报告题目:A locally and cubically convergent algorithm for computing Z-eigenpairs of symmetric tensors
报告时间:2024年4月26日(周五)10:30-11:30 数学学院425会议室
报告人:郑兵 教授 (兰州大学)
邀请人:雷渊
报告摘要:In this talk we are concerned with computing Z-eigenpairs of symmetric tensors. We first show that computing Z-eigenpairs of a symmetric tensor is equivalent to solving the nonzero solutions of a nonlinear system of equations, and then propose a modified normalized Newton method (MNNM) for it. Our proposed MNNM method is proved to be locally and cubically convergent under some suitable conditions, which greatly improves the Newton correction (NCM) method and the O-NCM method provided by Jaffe, Weiss and Nadler (SIAM J. Matrix Anal. Appl., 39:1071-1094, 2018) (the NCM and O-NCM methods only enjoy a quadratic rate of convergence). As an application, the unitary symmetric eigenpairs (US-eigenpairs) of a complex valued symmetric tensor arising from the computation of quantum entanglement in quantum physics are calculated by the MNNM method. Some numerical experiments are performed to illustrate the efficiency and effectiveness of our proposed method.

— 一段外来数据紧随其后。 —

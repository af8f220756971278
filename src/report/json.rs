//! `report.json`: the report as one JSON document, each record on its own line.
//!
//! The top level and the record lists are indented as usual; each record (a drive point, an
//! intercept, a budget line …) is written on one line. A 4,096-point sweep then reads and
//! diffs line by line and takes about half the bytes of fully indented JSON, while any JSON
//! reader sees the same document.

use super::Report;
use serde::Serialize;
use serde_json::ser::{CharEscape, Formatter};
use std::io::{self, Write};

/// Nesting depth down to which containers are laid out one member per line: the report
/// object (1) and its lists (2). Deeper containers (the records) stay on one line.
const LINED_DEPTH: usize = 2;

/// Streams the report as JSON text (UTF-8, ending in a newline) into `writer`; give it a
/// buffered writer.
pub fn write_json<W: Write>(report: &Report, mut writer: W) -> serde_json::Result<()> {
    let mut serializer =
        serde_json::Serializer::with_formatter(&mut writer, RecordLines::default());
    report.serialize(&mut serializer)?;
    writer
        .write_all(b"\n")
        .and_then(|()| writer.flush())
        .map_err(serde_json::Error::io)
}

/// Indents the outer containers and keeps every deeper one on a single line.
#[derive(Default)]
struct RecordLines {
    /// Containers open, the current one included.
    depth: usize,
    /// Whether the current lined container has a member yet.
    has_member: bool,
}

impl RecordLines {
    fn lined(&self) -> bool {
        self.depth <= LINED_DEPTH
    }

    fn open<W: ?Sized + Write>(&mut self, writer: &mut W, bracket: &[u8]) -> io::Result<()> {
        self.depth += 1;
        self.has_member = false;
        writer.write_all(bracket)
    }

    fn close<W: ?Sized + Write>(&mut self, writer: &mut W, bracket: &[u8]) -> io::Result<()> {
        let lined = self.lined();
        self.depth -= 1;
        if lined && self.has_member {
            writer.write_all(b"\n")?;
            indent(writer, self.depth)?;
        }
        writer.write_all(bracket)
    }

    fn member<W: ?Sized + Write>(&mut self, writer: &mut W, first: bool) -> io::Result<()> {
        if self.lined() {
            writer.write_all(if first { b"\n" } else { b",\n" })?;
            indent(writer, self.depth)
        } else if first {
            Ok(())
        } else {
            writer.write_all(b", ")
        }
    }
}

fn indent<W: ?Sized + Write>(writer: &mut W, depth: usize) -> io::Result<()> {
    for _ in 0..depth {
        writer.write_all(b"  ")?;
    }
    Ok(())
}

impl Formatter for RecordLines {
    fn begin_array<W: ?Sized + Write>(&mut self, writer: &mut W) -> io::Result<()> {
        self.open(writer, b"[")
    }

    fn end_array<W: ?Sized + Write>(&mut self, writer: &mut W) -> io::Result<()> {
        self.close(writer, b"]")
    }

    fn begin_array_value<W: ?Sized + Write>(
        &mut self,
        writer: &mut W,
        first: bool,
    ) -> io::Result<()> {
        self.member(writer, first)
    }

    fn end_array_value<W: ?Sized + Write>(&mut self, _writer: &mut W) -> io::Result<()> {
        self.has_member = true;
        Ok(())
    }

    fn begin_object<W: ?Sized + Write>(&mut self, writer: &mut W) -> io::Result<()> {
        self.open(writer, b"{")
    }

    fn end_object<W: ?Sized + Write>(&mut self, writer: &mut W) -> io::Result<()> {
        self.close(writer, b"}")
    }

    fn begin_object_key<W: ?Sized + Write>(
        &mut self,
        writer: &mut W,
        first: bool,
    ) -> io::Result<()> {
        self.member(writer, first)
    }

    fn begin_object_value<W: ?Sized + Write>(&mut self, writer: &mut W) -> io::Result<()> {
        writer.write_all(b": ")
    }

    fn end_object_value<W: ?Sized + Write>(&mut self, _writer: &mut W) -> io::Result<()> {
        self.has_member = true;
        Ok(())
    }

    fn write_char_escape<W: ?Sized + Write>(
        &mut self,
        writer: &mut W,
        char_escape: CharEscape,
    ) -> io::Result<()> {
        serde_json::ser::CompactFormatter.write_char_escape(writer, char_escape)
    }
}

#[cfg(test)]
mod tests {
    use super::*;

    /// The layout must not change the document: serde_json's own reader (the reference)
    /// parses it back to the same value as the library's compact writer produces.
    #[test]
    fn lined_json_is_the_same_document() {
        let value = serde_json::json!({
            "plan": "p",
            "points": [{"a": 1.5, "b": null, "c": [1, 2, {"d": "e\"f"}]}, {"a": -2.0}],
            "empty": [],
            "nested": {"x": {"y": []}},
        });
        let mut bytes = Vec::new();
        let mut serializer =
            serde_json::Serializer::with_formatter(&mut bytes, RecordLines::default());
        value.serialize(&mut serializer).unwrap();
        let text = String::from_utf8(bytes).unwrap();
        let back: serde_json::Value = serde_json::from_str(&text).unwrap();
        assert_eq!(back, value);
        // One record per line inside the lists.
        assert!(
            text.contains("\n    {\"a\": 1.5, \"b\": null, \"c\": [1, 2, {\"d\": \"e\\\"f\"}]},\n"),
            "{text}"
        );
        assert!(text.contains("\"empty\": []"), "{text}");
    }
}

报告人简介:郑兵,兰州大学数学与统计学院教授、博士生导师。长期从事数值代数、神经网络算法的研究工作,负责承担国家自然科学基金面上项目、教育部外国专家重点项目、甘肃省自然科学基金项目等10余项。 多次应邀赴美国、日本、西班牙、俄罗斯、印度以及香港、澳门等国家和地区参加学术会议并做学术报告,并先后在印度统计研究所新德里中心和美国Emory大学数学与计算机科学系做访问学者。迄今已在《SIAM J. Matrix Anal. Appl》、 《J. Math. Anal. Appl.》、《J. Optim. Theory Appl.》、 《Inverse Problems》、《 Linear Algebra Appl.》、《J. Multivariate Anal.》、《Adv. Comput. Math.》、 《Numer. Linear Algebra Appl.》、 《IEEE Trans. Neural Netw. Learn. Syst.》以及《Automatica》等国内外重要刊物上发表论文百余篇。2005年荣获甘肃省第十二届高校青年教师成才奖。